__WHAT THE EXERCISE ASKS__. Restate word for word the entries below, starting with the line with "that a device" and continuing through the line with "for row in sorted(rows, key=lambda". Include both of those lines and no others.

__INPUT RECORDS__.
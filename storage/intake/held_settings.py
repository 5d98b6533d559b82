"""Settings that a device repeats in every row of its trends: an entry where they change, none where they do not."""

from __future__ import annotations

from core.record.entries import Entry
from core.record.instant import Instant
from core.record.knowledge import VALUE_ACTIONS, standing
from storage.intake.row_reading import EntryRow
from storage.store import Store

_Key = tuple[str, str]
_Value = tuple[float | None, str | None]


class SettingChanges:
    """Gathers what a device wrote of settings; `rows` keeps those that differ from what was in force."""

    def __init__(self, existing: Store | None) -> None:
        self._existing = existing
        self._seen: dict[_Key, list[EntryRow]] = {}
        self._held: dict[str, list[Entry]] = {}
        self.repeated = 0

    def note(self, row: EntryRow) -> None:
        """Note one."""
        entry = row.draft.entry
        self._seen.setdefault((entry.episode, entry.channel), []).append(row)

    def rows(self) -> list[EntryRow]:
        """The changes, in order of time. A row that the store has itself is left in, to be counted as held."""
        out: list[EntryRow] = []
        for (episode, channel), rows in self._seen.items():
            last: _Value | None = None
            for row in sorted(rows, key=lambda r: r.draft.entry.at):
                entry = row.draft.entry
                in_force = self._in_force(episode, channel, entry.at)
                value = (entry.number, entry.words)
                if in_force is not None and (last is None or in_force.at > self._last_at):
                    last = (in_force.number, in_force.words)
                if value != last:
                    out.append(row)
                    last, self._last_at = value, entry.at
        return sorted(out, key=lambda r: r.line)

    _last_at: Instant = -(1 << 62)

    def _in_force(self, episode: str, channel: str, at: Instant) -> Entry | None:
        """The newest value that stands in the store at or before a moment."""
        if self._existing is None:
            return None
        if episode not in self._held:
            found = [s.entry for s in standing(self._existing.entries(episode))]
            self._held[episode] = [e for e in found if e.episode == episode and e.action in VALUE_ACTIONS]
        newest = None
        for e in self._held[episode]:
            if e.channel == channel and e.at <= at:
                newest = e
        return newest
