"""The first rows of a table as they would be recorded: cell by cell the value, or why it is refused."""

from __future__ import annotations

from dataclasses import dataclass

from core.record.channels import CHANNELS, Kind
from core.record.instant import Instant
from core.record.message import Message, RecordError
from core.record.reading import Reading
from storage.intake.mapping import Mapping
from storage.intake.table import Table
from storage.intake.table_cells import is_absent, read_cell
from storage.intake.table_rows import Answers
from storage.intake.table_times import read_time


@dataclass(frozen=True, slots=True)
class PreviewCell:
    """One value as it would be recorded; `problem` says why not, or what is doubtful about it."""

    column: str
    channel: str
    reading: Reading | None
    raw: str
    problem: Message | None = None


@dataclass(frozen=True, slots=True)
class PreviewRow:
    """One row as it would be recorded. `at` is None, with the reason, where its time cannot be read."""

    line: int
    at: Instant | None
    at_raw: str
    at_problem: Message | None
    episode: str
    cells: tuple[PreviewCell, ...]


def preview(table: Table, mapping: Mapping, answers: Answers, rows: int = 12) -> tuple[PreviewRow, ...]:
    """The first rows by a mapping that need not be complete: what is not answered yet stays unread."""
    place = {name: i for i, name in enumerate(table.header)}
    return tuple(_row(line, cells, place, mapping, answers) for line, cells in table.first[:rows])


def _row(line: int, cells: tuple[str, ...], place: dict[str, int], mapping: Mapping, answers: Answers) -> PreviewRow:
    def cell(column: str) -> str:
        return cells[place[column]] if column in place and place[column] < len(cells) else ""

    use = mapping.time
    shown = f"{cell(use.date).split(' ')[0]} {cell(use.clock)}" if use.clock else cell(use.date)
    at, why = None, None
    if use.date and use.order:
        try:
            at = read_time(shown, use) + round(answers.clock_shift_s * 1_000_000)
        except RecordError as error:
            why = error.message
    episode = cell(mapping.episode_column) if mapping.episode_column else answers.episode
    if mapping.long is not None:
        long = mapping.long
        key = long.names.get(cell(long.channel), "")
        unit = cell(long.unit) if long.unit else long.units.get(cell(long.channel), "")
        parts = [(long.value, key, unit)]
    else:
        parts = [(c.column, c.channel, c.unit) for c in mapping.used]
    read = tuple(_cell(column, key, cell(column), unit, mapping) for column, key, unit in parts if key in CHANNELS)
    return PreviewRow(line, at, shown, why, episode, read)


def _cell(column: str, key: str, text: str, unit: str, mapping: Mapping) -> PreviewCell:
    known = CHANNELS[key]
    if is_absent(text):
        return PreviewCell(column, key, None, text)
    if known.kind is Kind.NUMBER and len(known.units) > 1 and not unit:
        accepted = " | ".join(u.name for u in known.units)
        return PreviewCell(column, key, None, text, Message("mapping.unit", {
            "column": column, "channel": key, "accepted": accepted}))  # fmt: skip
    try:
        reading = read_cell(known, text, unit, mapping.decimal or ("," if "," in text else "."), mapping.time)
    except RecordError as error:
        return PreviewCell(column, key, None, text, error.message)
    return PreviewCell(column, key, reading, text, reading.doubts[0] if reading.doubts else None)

* * *

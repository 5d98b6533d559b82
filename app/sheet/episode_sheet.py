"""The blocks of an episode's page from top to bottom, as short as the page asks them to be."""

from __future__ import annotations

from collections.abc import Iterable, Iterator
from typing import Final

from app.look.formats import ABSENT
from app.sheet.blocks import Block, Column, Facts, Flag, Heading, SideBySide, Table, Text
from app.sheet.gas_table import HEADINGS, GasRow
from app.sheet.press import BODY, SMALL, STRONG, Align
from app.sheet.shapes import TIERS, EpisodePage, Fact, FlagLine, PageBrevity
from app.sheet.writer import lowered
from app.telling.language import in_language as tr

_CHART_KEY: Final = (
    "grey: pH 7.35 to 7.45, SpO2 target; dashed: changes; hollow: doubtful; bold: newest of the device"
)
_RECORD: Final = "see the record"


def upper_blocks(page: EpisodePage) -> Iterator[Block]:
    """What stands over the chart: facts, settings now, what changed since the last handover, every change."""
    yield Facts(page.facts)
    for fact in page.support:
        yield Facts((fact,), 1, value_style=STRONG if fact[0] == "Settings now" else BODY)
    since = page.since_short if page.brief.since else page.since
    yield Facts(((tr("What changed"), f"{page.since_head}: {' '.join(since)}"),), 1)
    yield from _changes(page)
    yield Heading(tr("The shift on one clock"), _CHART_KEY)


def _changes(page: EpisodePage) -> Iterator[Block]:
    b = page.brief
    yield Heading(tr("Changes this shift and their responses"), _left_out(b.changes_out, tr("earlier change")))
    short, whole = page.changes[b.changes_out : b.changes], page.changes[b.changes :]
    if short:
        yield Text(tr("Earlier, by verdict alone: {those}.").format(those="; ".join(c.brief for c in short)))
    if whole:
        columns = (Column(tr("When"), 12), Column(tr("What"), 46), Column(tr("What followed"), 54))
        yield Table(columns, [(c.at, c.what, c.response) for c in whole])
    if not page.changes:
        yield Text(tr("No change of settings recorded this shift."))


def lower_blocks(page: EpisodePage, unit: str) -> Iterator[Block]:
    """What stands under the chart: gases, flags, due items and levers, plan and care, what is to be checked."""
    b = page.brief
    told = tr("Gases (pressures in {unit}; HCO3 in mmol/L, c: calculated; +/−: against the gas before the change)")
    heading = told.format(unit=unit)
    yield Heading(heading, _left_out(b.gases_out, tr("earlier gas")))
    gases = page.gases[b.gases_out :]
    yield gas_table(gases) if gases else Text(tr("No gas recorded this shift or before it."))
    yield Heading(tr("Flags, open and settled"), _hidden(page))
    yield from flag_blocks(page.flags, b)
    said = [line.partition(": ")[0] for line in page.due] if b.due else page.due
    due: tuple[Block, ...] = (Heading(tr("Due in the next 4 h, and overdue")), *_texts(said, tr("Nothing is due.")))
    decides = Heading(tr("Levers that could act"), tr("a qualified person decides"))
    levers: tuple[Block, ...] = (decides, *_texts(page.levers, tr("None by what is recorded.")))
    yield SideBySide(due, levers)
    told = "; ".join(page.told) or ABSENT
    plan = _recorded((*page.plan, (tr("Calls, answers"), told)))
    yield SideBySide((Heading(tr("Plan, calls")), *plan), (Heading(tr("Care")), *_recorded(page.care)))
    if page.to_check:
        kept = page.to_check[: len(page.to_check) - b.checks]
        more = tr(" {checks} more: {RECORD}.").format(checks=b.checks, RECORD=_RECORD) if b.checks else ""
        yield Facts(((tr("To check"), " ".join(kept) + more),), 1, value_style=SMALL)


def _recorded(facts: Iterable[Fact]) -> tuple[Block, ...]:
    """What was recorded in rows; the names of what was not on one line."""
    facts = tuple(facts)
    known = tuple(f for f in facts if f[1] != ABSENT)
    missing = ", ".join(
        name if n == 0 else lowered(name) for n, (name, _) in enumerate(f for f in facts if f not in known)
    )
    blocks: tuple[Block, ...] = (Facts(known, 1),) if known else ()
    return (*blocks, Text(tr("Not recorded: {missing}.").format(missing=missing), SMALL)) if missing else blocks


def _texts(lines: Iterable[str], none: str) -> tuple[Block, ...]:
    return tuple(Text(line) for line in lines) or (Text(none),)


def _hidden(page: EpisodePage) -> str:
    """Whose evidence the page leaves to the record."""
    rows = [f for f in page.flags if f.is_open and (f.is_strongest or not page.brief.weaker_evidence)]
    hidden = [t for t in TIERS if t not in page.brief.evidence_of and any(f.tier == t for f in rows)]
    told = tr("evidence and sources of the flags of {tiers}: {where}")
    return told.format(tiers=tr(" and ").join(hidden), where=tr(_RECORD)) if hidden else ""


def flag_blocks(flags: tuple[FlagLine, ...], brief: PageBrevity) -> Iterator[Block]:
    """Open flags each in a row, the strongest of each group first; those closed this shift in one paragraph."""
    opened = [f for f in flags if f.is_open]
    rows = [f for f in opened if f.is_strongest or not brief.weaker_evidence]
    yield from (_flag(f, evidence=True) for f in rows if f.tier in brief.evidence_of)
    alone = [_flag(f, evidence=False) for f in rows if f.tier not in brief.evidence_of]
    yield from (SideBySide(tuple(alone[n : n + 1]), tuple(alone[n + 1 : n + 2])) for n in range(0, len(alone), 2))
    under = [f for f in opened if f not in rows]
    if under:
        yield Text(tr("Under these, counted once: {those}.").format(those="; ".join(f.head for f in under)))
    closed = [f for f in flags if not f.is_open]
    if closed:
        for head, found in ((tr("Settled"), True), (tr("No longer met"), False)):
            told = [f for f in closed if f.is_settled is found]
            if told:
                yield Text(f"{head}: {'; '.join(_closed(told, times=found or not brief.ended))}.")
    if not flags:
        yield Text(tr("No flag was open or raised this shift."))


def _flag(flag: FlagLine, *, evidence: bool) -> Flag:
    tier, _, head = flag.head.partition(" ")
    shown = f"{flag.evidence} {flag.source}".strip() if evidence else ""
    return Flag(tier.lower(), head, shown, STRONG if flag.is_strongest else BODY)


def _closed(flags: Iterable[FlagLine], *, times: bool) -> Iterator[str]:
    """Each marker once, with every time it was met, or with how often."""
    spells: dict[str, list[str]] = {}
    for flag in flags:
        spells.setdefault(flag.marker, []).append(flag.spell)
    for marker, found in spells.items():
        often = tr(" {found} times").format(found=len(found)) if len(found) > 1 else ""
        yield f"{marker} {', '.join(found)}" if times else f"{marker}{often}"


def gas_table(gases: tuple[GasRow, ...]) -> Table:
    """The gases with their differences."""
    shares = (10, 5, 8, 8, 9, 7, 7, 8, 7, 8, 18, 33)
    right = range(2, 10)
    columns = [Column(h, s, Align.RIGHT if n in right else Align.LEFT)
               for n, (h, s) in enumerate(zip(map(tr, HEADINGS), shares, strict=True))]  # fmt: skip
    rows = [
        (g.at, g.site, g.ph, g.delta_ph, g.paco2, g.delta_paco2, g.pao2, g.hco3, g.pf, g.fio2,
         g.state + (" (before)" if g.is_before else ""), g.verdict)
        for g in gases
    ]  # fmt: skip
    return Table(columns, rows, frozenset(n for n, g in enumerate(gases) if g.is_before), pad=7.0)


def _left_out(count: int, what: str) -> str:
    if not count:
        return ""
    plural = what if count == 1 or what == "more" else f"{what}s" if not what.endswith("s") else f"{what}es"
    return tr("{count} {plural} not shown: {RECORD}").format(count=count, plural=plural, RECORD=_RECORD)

__SOLUTION TO THIS TASK__.
"""Settings that a device repeats in every row of its trends: an entry where they change, none where they do not."""

from __future__ import annotations

from core.record.entries import Entry
from core.record.instant import Instant
from core.record.knowledge import VALUE_ACTIONS, standing
from storage.intake.row_reading import EntryRow
from storage.store import Store

_Key = tuple[str, str]
_Value = tuple[float | None, str | None]


class SettingChanges:
    """Gathers what a device wrote of settings; `rows` keeps those that differ from what was in force."""

    def __init__(self, existing: Store | None) -> None:
        self._existing = existing
        self._seen: dict[_Key, list[EntryRow]] = {}
        self._held: dict[str, list[Entry]] = {}
        self.repeated = 0

    def note(self, row: EntryRow) -> None:
        """Note one."""
        entry = row.draft.entry
        self._seen.setdefault((entry.episode, entry.channel), []).append(row)

    def rows(self) -> list[EntryRow]:
        """The changes, in order of time. A row that the store has itself is left in, to be counted as held."""
        out: list[EntryRow] = []
        for (episode, channel), rows in self._seen.items():
            last: _Value | None = None
            for row in sorted(rows, key=lambda r: r.draft.entry.at):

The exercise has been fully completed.